It is well-known that, with very few exceptions, rubber compositions are combined with various other materials before being cured and/or put into use. Some of these added materials improve the properties of the end product in service while others improve processing properties of the uncured compositions. In some instances, both effects may be achieved. It is also known that the various chemicals, pigments and other materials so used, both organic and inorganic, can interact in various ways to produce desirable or deleterious effects. For further discussions of rubber processing and materials used therein, see, for example, Encyclopedia of Polymer Science and Technology, published by John Wiley and Sons, New York (1970), particularly volume 12, page 280 and The Vanderbilt Rubber Handbook, R. T. Vanderbilt Company, Norwalk, Conn., 06855 (1968), particularly Sections 6, 7 and 8, beginning at page 337.
Benzofurazan oxides, and their analogs and isomers are known compounds, and many descriptions of them and procedures for their preparation have appeared. See, for example, Kaufman, et al., "Chemical Reviews," volume 9, page 429 and following (1959) and Mallory, et al., "Organic Synthesis" collective volume IV, pages 74 and 75, John Wiley and Sons, New York (1963). The following U.S. Patents also described procedures for preparing furazan oxides for various types: U.S. Pat. No. 4,185,018 to Fah; U.S. Pat. No. 3,528,098 to Shaw; and U.S. Pat. No. 2,424,199 to Ter Horst. In considering previous descriptions of furazan oxides and related compounds, it should be noted that nomenclature used for these compounds has not been consistant, in part due to uncertainty as to their structures and predominant isomeric form. For example, they have been described as furazan oxides, as ortho dinitroso benzenes or di (nitrile oxides). At other points, they have been referred to as isobenzofuroxanes, benzofuroxans, benzofurazan-N-oxides and benzofurazan oxides. It is believed that the latter term is the modern and preferred nomenclature, and it shall be used in this specification and the appended claims.
Studies of furazan oxides and related compounds in rubber have been reported.

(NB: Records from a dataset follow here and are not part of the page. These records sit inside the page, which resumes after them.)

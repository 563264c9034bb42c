//! Study panels drawn directly into RGB images with the embedded font: equally scaled map tiles
//! with labels (`compare/panel.png`) on the project's sequential ramp, and the PNG writer shared
//! by frames, maps, panels and charts. Line charts live in [`super::chart`].

use std::path::Path;

use image::{Rgb, RgbImage};
use ndarray::ArrayView2;

use super::colour::{normalise, ColourScale, Ramp, RampLut, LAND_RGB};
use super::draw::{outline, INK};
use super::text::{draw_text, text_width};
use super::{write_atomic, OutputError};

const BACKGROUND: [u8; 3] = [255, 255, 255];
/// Largest long side of one tile, pixels.
const TILE_LONG: usize = 260;
const TILE_GAP: u32 = 16;
const LABEL_PX: f32 = 14.0;
const LABEL_LINE: u32 = 18;
const TITLE_BAND: u32 = 40;
const BAR_H: u32 = 16;

/// One map tile: values (shape (ny, nx), (y, x) order, row 0 south) and the label lines
/// under it.
#[derive(Debug, Clone)]
pub struct Tile<'a> {
    /// The field.
    pub values: ArrayView2<'a, f64>,
    /// Text lines drawn under the tile.
    pub lines: Vec<String>,
}

/// Pixel geometry of a panel.
#[derive(Debug, Clone, PartialEq, Eq)]
pub struct PanelLayout {
    /// Image width.
    pub width: u32,
    /// Image height.
    pub height: u32,
    /// Tiles per row.
    pub cols: u32,
    /// Rows of tiles.
    pub rows: u32,
    /// Tile map width.
    pub tile_w: u32,
    /// Tile map height.
    pub tile_h: u32,
    /// Top-left corner of each tile's map, in tile order.
    pub origins: Vec<(u32, u32)>,
}

/// Layout of a panel of `n` tiles of an `nx` by `ny` grid: up to four tiles per row.
pub fn panel_layout(n: usize, nx: usize, ny: usize) -> PanelLayout {
    let (nx, ny, n) = (nx.max(1), ny.max(1), n.max(1));
    let long = nx.max(ny);
    let (tile_w, tile_h) = if long <= TILE_LONG {
        let k = (TILE_LONG / long).max(1);
        ((nx * k) as u32, (ny * k) as u32)
    } else {
        let s = TILE_LONG as f64 / long as f64;
        (
            ((nx as f64 * s).round() as u32).max(1),
            ((ny as f64 * s).round() as u32).max(1),
        )
    };
    let cols = n.min(4) as u32;
    let rows = n.div_ceil(4) as u32;
    let cell_w = tile_w.max(180) + TILE_GAP;
    let cell_h = tile_h + 2 * LABEL_LINE + 8 + TILE_GAP;
    let width = cols * cell_w + TILE_GAP;
    let height = TITLE_BAND + rows * cell_h + BAR_H + 48;
    let origins = (0..n as u32)
        .map(|k| {
            let (c, r) = (k % cols, k / cols);
            (TILE_GAP + c * cell_w, TITLE_BAND + r * cell_h)
        })
        .collect();
    PanelLayout {
        width: width + width % 2,
        height: height + height % 2,
        cols,
        rows,
        tile_w,
        tile_h,
        origins,
    }
}

/// Short number for labels.
fn fmt_num(v: f64) -> String {
    if v == 0.0 {
        "0".into()
    } else if (1e-3..1e4).contains(&v.abs()) {
        let s = format!("{v:.4}");
        let s = s.trim_end_matches('0').trim_end_matches('.');
        s.to_string()
    } else {
        format!("{v:.2e}")
    }
}

/// Renders the panel: every tile on the colour range `range` mapped by `scale` (a log scale
/// needs a positive `lo`; values at or below it take the bottom colour), labels under each
/// tile, the title on top and one colour bar with `caption` at the bottom. `wet` (shape
/// (ny, nx)) shades land; a tile of another shape is left blank.
#[allow(clippy::too_many_arguments)]
pub fn render_panel(
    nx: usize,
    ny: usize,
    wet: Option<ArrayView2<bool>>,
    tiles: &[Tile],
    range: (f64, f64),
    scale: ColourScale,
    title: &str,
    caption: &str,
) -> RgbImage {
    let lay = panel_layout(tiles.len(), nx, ny);
    let mut img = RgbImage::from_pixel(lay.width, lay.height, Rgb(BACKGROUND));
    let lut = RampLut::new(Ramp::Sequential);
    let (lo, hi) = range;
    draw_text(&mut img, title, TILE_GAP as f32, 10.0, 18.0, INK);
    for (tile, &(ox, oy)) in tiles.iter().zip(&lay.origins) {
        if tile.values.dim() != (ny, nx) || wet.is_some_and(|w| w.dim() != (ny, nx)) {
            continue;
        }
        for py in 0..lay.tile_h {
            let j = ny - 1 - ((py as usize * ny) / lay.tile_h as usize).min(ny - 1);
            for px in 0..lay.tile_w {
                let i = ((px as usize * nx) / lay.tile_w as usize).min(nx - 1);
                let rgb = match wet {
                    Some(w) if !w[[j, i]] => LAND_RGB,
                    _ => lut.get(normalise(tile.values[[j, i]], lo, hi, scale)),
                };
                img.put_pixel(ox + px, oy + py, Rgb(rgb));
            }
        }
        outline(
            &mut img,
            i64::from(ox) - 1,
            i64::from(oy) - 1,
            i64::from(lay.tile_w) + 2,
            i64::from(lay.tile_h) + 2,
            INK,
        );
        for (n, line) in tile.lines.iter().enumerate() {
            let y = oy + lay.tile_h + 4 + n as u32 * LABEL_LINE;
            draw_text(&mut img, line, ox as f32, y as f32, LABEL_PX, INK);
        }
    }
    // Colour bar.
    let bar_y = lay.height - BAR_H - 40;
    let bar_x = TILE_GAP;
    let bar_w = (lay.width - 2 * TILE_GAP).max(2);
    for x in 0..bar_w {
        let rgb = lut.get(f64::from(x) / f64::from(bar_w - 1));
        for y in 0..BAR_H {
            img.put_pixel(bar_x + x, bar_y + y, Rgb(rgb));
        }
    }
    outline(
        &mut img,
        i64::from(bar_x) - 1,
        i64::from(bar_y) - 1,
        i64::from(bar_w) + 2,
        i64::from(BAR_H) + 2,
        INK,
    );
    let lo_s = fmt_num(lo);
    let hi_s = fmt_num(hi);
    let ty = (bar_y + BAR_H + 4) as f32;
    draw_text(&mut img, &lo_s, bar_x as f32, ty, LABEL_PX, INK);
    let w = text_width(&hi_s, LABEL_PX);
    draw_text(&mut img, &hi_s, (bar_x + bar_w) as f32 - w, ty, LABEL_PX, INK);
    let cw = text_width(caption, LABEL_PX);
    draw_text(&mut img, caption, (lay.width as f32 - cw) / 2.0, ty, LABEL_PX, INK);
    img
}

/// Writes `img` as a PNG file at `path`, atomically.
pub fn write_png(path: &Path, img: &RgbImage) -> Result<(), OutputError> {
    use image::codecs::png::{CompressionType, FilterType, PngEncoder};
    use image::ImageEncoder;
    let mut bytes = Vec::new();
    PngEncoder::new_with_quality(&mut bytes, CompressionType::Fast, FilterType::Adaptive)
        .write_image(img.as_raw(), img.width(), img.height(), image::ExtendedColorType::Rgb8)
        .map_err(|e| OutputError::invalid(path, format!("PNG encoding failed: {e}")))?;
    write_atomic(path, &bytes)
}

#[cfg(test)]
mod tests {
    use super::*;

    #[test]
    fn panel_has_one_tile_per_field_and_draws_them() {
        let lay = panel_layout(5, 40, 20);
        assert_eq!(lay.origins.len(), 5);
        assert_eq!((lay.cols, lay.rows), (4, 2));
        let vals = ndarray::Array2::from_shape_fn((20, 40), |(j, i)| (j * 40 + i) as f64);
        let tiles: Vec<Tile> = (0..5)
            .map(|k| Tile {
                values: vals.view(),
                lines: vec![format!("tile {k}")],
            })
            .collect();
        let img = render_panel(40, 20, None, &tiles, (0.0, 799.0), ColourScale::Linear, "t", "c");
        assert_eq!((img.width(), img.height()), (lay.width, lay.height));
        for &(x, y) in &lay.origins {
            // Bottom-left of a tile is the south-west cell (value 0, darkest).
            let p = img.get_pixel(x, y + lay.tile_h - 1).0;
            assert_ne!(p, BACKGROUND);
        }
    }

    #[test]
    fn log_panel_shows_a_faint_plume_that_linear_hides() {
        // A plume at 1e-3 of the peak: on a linear scale from 0 it is 0.1 % of the ramp (the
        // bottom colour, as the background water); on the frames' log scale (four decades
        // under the peak, DESIGN §5 frames) it sits a quarter of the way up.
        let (nx, ny) = (20, 10);
        let mut vals = ndarray::Array2::zeros((ny, nx));
        vals[[5, 15]] = 1.0; // the peak
        vals[[5, 4]] = 1e-3; // the faint plume, cell (4, 5)
        let tiles = [Tile {
            values: vals.view(),
            lines: vec![],
        }];
        let lay = panel_layout(1, nx, ny);
        let (ox, oy) = lay.origins[0];
        let k = lay.tile_w / nx as u32;
        // Centre of cell (4, 5): column 4, row ny - 1 - 5 from the top.
        let (px, py) = (ox + 4 * k + k / 2, oy + (ny as u32 - 1 - 5) * k + k / 2);
        let (wx, wy) = (ox + k / 2, oy + k / 2); // cell (0, ny - 1): background water
        let lin = render_panel(nx, ny, None, &tiles, (0.0, 1.0), ColourScale::Linear, "t", "c");
        let (a, b) = (lin.get_pixel(px, py).0, lin.get_pixel(wx, wy).0);
        assert!(a.iter().zip(b).all(|(x, y)| x.abs_diff(y) <= 2), "{a:?} {b:?}");
        let log = render_panel(nx, ny, None, &tiles, (1e-4, 1.0), ColourScale::Log, "t", "c");
        assert_ne!(log.get_pixel(px, py), log.get_pixel(wx, wy));
        assert_eq!(log.get_pixel(px, py).0, RampLut::new(Ramp::Sequential).get(0.25));
    }
}
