//! Implicit time stepping: backward Euler and the theta method (Crank–Nicolson) for convection
//! and diffusion together, and IMEX (explicit SSP-RK convection, then implicit diffusion).
//!
//! The matrix holds first-order upwind convection and central diffusion at the new time level,
//! `(I - theta dt L_up) c^{n+1} = c^n + (1 - theta) dt L(c^n) + theta dt L_HO(c^{n+1,k})`, where
//! `L_HO = L_limiter - L_up` is the limiter's high-order part, taken from the previous iterate
//! as a deferred correction (Khosla & Rubin 1974) and iterated within the step until it settles.
//! Every explicit piece reuses the fused explicit kernel, so the face values, side conditions
//! and land treatment are those of the explicit path. Side fluxes enter the budget with the
//! theta weights; the budget then closes to the solver tolerance.
//!
//! With a depth field (or a tidal level) the rows are in mass per area:
//! `(h1 - theta dt L_up) c^{n+1} = h0 c^n + (1 - theta) dt L(c^n) + ...` with `h0`, `h1` the
//! cell depths at the two levels and transports in `L`; the filling rate is the same at both
//! levels, so continuity holds exactly and a uniform tracer stays uniform.

use super::explicit::{blocks_for, book_sides, sweep, Explicit, StepOutcome};
use super::kernel::{self, Block, Faces, StageParams};
use super::{Scheme, State, TimeScheme};
use crate::grid::Grid;
use crate::model::Model;
use crate::ops::boundary::{fill_ghosts, Side, SideKind};
use crate::ops::limiter::Limiter;
use crate::solve::{ExtraCoefs, Sides, SolveError, Solver, SolverParams, Stencil5};
use rayon::prelude::*;

/// Why an implicit step failed.
#[derive(Debug, Clone)]
pub(crate) enum ImplicitFailure {
    /// The linear solver stopped above its tolerance.
    Solver(SolveError),
    /// The deferred correction kept changing.
    Correction { iterations: usize, change: f64 },
}

/// The implicit stepper and its scratch (all allocated once).
#[derive(Debug)]
pub(crate) struct Implicit {
    time: TimeScheme,
    limiter: Limiter,
    theta: f64,
    blocks: Vec<Block>,
    rows_per_block: usize,
    /// IMEX: the explicit convection stepper.
    explicit: Option<Explicit>,
    rhs: Vec<f64>,
    iterate: Vec<f64>,
    hi: Vec<f64>,
    lo: Vec<f64>,
    b: Vec<f64>,
    x: Vec<f64>,
    prev: Vec<f64>,
    bc: Vec<f64>,
    /// The previous correction's high-order term (for under-relaxation).
    ho: Vec<f64>,
    extra: [Vec<f64>; 5],
    a: Stencil5,
    solver: Solver,
    /// (dt, convection factor, level at the new time, filling rate) of the assembled matrix.
    assembled: Option<(f64, f64, f64, f64)>,
    /// Face values at the old and new levels when they are not a factor times the base.
    faces: Option<[Vec<f64>; 4]>,
    /// Linear-solver iterations of the last step, summed over corrections.
    pub last_iterations: usize,
    /// Deferred-correction iterations of the last step.
    pub last_corrections: usize,
    /// Steps whose correction stalled above its tolerance (but below [`STALL_LIMIT`]).
    pub unsettled_steps: usize,
}

/// A deferred correction that still changes the field by more than this fraction of its
/// largest value after the iteration cap stops the run; below it, the step is accepted and
/// counted as unsettled (compressive limiters can make the correction cycle at a tiny level).
pub(crate) const STALL_LIMIT: f64 = 1e-3;

/// Under-relaxation of the high-order term from the fourth correction on: the fixed point is
/// unchanged, but cycling between limiter branches is damped.
const RELAX: f64 = 0.5;

/// Fewest rows per parallel piece of the matrix assembly.
const ROWS_MIN: usize = 8;
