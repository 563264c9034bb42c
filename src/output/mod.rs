//! Output writers for tinct. This module depends on no other tinct module.
//!
//! - [`atomic`]: atomic file replacement ([`write_atomic`], [`write_atomic_with`],
//!   [`AtomicFile`]), used by every writer below.
//! - [`error`]: [`OutputError`], naming the file in every variant.

pub mod atomic;
pub mod error;

pub use atomic::{write_atomic, write_atomic_with, AtomicFile};
pub use error::OutputError;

For example, Rehner and Flory state in Industrial and Engineering Chemistry, volume 38, page 500 et sec, that ortho dinitroso benzene is inactive in butyl rubber as a vulcanizing agent. In contrast, the para isomer is said to be very active by Rehner and Flory. U.S. Pat. No. 3,931,121 to Davis, et al., describes the curing of elastomer polymers with poly (chloronitroso) compounds. U.S. Pat. No. 3,931,106 to Crosby, et al., describes the use of dinitrile oxides, which can be generated in situ from furazans, in rubber cross-linking. In this regard, it should be noted that the aromatic furazan oxides of this invention cannot isomerize to di(nitrile oxides) because the bond between the adjacent carbon atoms is part of an aromatic ring. U.S. Pat. No 2,974,120 to Miller describes the use of nonaromatic furoxans as antioxidants and antidegradants in rubber. U.S. Pat. No. 2,905,582 to Coleman, et al., describes the use of nitroso compounds, including dinitroso compounds wherein the nitroso groups are on nonadjacent carbons in a method for bonding polyurethane resin to rubber bodies. Morita has described the use of N, 4-dinitroso-N-methyl aniline as an active chemical promoter for carbon black reinforcement of IIR, NR and SBR. See Rubber Chemistry and Technology, volume 49, page 119 and following (1976). Tanaka, et al., have reported studies of nitroso benzene in rubber where chain cleavage was observed in Kogyo Kagaku Zasshi 74(8), pages 1701-6 (1971).